*** Opening PROVIDED INFORMATION ***

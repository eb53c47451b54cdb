/** The long view as a drawing. */
import { axes, timeAxisTitle } from './draw-axes'
import { drawCurve } from './draw-curve'
import { drawLabel } from './draw-label'
import { drawRibbons, ribbonsHeight } from './draw-ribbons'
import { labelHeight, labelWidth, namedAbove, nameOf, placeLabels } from './labels'
import type { Curve, LongView } from './long-view'
import { type Frame, type Margins, type Plot, plotOf } from './plot'
import { px, type SvgNode, svg } from './svg'
import { textWidth } from './text-width'

/** The vertical axis stands above its upper end. */
const SCALE_TITLE = 'scale factor a'

export function drawLongView(view: LongView, frame: Frame): SvgNode {
  const plot = plotOfView(view, frame)
  const labels = placeLabels(view, plot, frame, freeAbove(frame))
  return svg(
    'svg',
    {
      viewBox: `0 0 ${frame.width} ${heightOfView(view, frame)}`,
      class: 'chart',
      role: 'img',
      'aria-label': view.alternative,
    },
    ...ground(view, plot, frame),
    ...axes(view.window, plot, frame, SCALE_TITLE),
    ...view.curves.map((curve) => drawCurve(curve, plot, frame)),
    ...drawRibbons(view.curves, plot, frame),
    ...labels.map((label) => drawLabel(label, frame)),
  )
}

/** Where the plot lies within the drawing. */
export function plotOfView(view: LongView, frame: Frame): Plot {
  return plotOf(frame, marginsOf(view, frame), view.window)
}

/** Of the whole drawing: the ribbons hang below the frame. */
export function heightOfView(view: LongView, frame: Frame): number {
  return px(frame.height + ribbonsHeight(view.curves, frame))
}

/** Left margin in units of the type. */
const LEFT = 2.4

/** Where the row above the plot begins to be free, right of the axis title. */
function freeAbove({ type }: Frame): number {
  return LEFT * type + textWidth(SCALE_TITLE, type * 0.9) + type
}

function marginsOf(view: LongView, frame: Frame): Margins {
  const { type, compact } = frame
  const textsOf = (curve: Curve) => ({ name: nameOf(curve, frame), note: compact ? '' : curve.note })
  const others = view.curves.filter(({ finish }) => finish?.edge !== 'top')
  const beside = others.map((curve) => labelWidth(textsOf(curve), type))
  const above = namedAbove(view.curves, frame, freeAbove(frame)).map((curve) => labelHeight(textsOf(curve), type))
  const title = textWidth(timeAxisTitle(), type * 0.9)
  return {
    left: LEFT * type,
    right: compact ? 0.6 * type : Math.max(title, ...beside) + 1.4 * type,
    top: Math.max(1.5 * type, ...above.map((height) => height + 1.3 * type)),
    bottom: compact ? 3.2 * type : 2 * type,
  }
}

/** The future lies on a tint; hatched where it is an extrapolation. */
function ground(view: LongView, plot: Plot, { id }: Frame): SvgNode[] {
  const x = plot.x(0)
  const area = { x, y: plot.top, width: px(plot.right - x), height: px(plot.bottom - plot.top) }
  const pattern = (name: string) => {
    const lines = svg('path', { d: 'M-2 10L10 -2M6 18L18 6', class: name })
    return svg('pattern', { id: `${id}-${name}`, width: 8, height: 8, patternUnits: 'userSpaceOnUse' }, lines)
  }
  const tint = svg('rect', { ...area, class: 'tint' })
  if (!view.hatched) return [tint]
  return [svg('defs', {}, pattern('hatch'), pattern('veil')), tint, svg('rect', { ...area, fill: `url(#${id}-hatch)` })]
}
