/** Recombination and sound are fits without dark energy: what is said where it was no small matter then. */
import { eventAtScale, isEvent } from '../history/event'
import type { History } from '../history/history'
import type { Notice } from '../scenario/notices'
import type { Scenario } from '../scenario/scenario'
import { isMissing } from './outcome'
import { recombinationRedshift } from './sound'

/** Share of the density at last scattering from which on it matters; common practice, no source. */
const NOTICEABLE = 0.01

export function earlyDarkNotices(history: History, scenario: Scenario): readonly Notice[] {
  const z = recombinationRedshift(scenario)
  if (isMissing(z)) return []
  const N = -Math.log1p(z.value)
  if (!isEvent(eventAtScale(history, N, 'expanding'))) return []
  const { model } = history.past
  const dark = model.components.find(({ key }) => key === 'dark')?.density(N) ?? 0
  const share = dark / model.expansion(N, 1 + z.value)
  if (!(Math.abs(share) > NOTICEABLE)) return []
  const percent = Number((100 * share).toPrecision(2))
  const message = `Dark energy was ${percent}% of the density at last scattering: z_*, z_d and the sound horizon are fits that know none.`
  return [{ message, code: null }]
}
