/** Moves things along a line as little as possible until none overlaps. */

export interface Wish {
  /** Where its middle wants to be. */
  readonly middle: number
  readonly length: number
}

/**
 * Middles in the order given, such that the things keep the order of their wishes, do not overlap and lie between
 * `low` and `high` where that fits. Least squares by pooling neighbours (Ayer et al. 1955, Ann. Math. Stat. 26, 641).
 */
export function spread(wishes: readonly Wish[], low: number, high: number): number[] {
  const order = wishes.map((_, i) => i).sort((i, j) => at(wishes, i).middle - at(wishes, j).middle)
  const starts: number[] = []
  let used = 0
  for (const i of order) {
    starts[i] = used
    used += at(wishes, i).length
  }
  const shifts = pooled(order.map((i) => at(wishes, i).middle - at(wishes, i).length / 2 - (starts[i] ?? 0)))
  const result: number[] = []
  order.forEach((i, rank) => {
    const shift = Math.max(low, Math.min(high - used, shifts[rank] ?? 0))
    result[i] = shift + (starts[i] ?? 0) + at(wishes, i).length / 2
  })
  return result
}

/** The nearest sequence that never falls. */
function pooled(values: readonly number[]): number[] {
  const blocks: { sum: number; count: number }[] = []
  for (const value of values) {
    blocks.push({ sum: value, count: 1 })
    for (let n = blocks.length; n > 1 && mean(at(blocks, n - 2)) > mean(at(blocks, n - 1)); n = blocks.length) {
      const last = blocks.pop()
      const kept = at(blocks, n - 2)
      if (last) blocks[n - 2] = { sum: kept.sum + last.sum, count: kept.count + last.count }
    }
  }
  return blocks.flatMap((block) => Array.from({ length: block.count }, () => mean(block)))
}

function mean({ sum, count }: { readonly sum: number; readonly count: number }): number {
  return sum / count
}

function at<T>(list: readonly T[], i: number): T {
  return list[i] as T
}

*** Closing PROVIDED INFORMATION ***

WHAT YOU ARE ASKED TO DO: From the material above, copy every line that has the word "beside" in it.

EXERCISE OUTPUT:
  const beside = others.map((curve) => labelWidth(textsOf(curve), type))
    right: compact ? 0.6 * type : Math.max(title, ...beside) + 1.4 * type,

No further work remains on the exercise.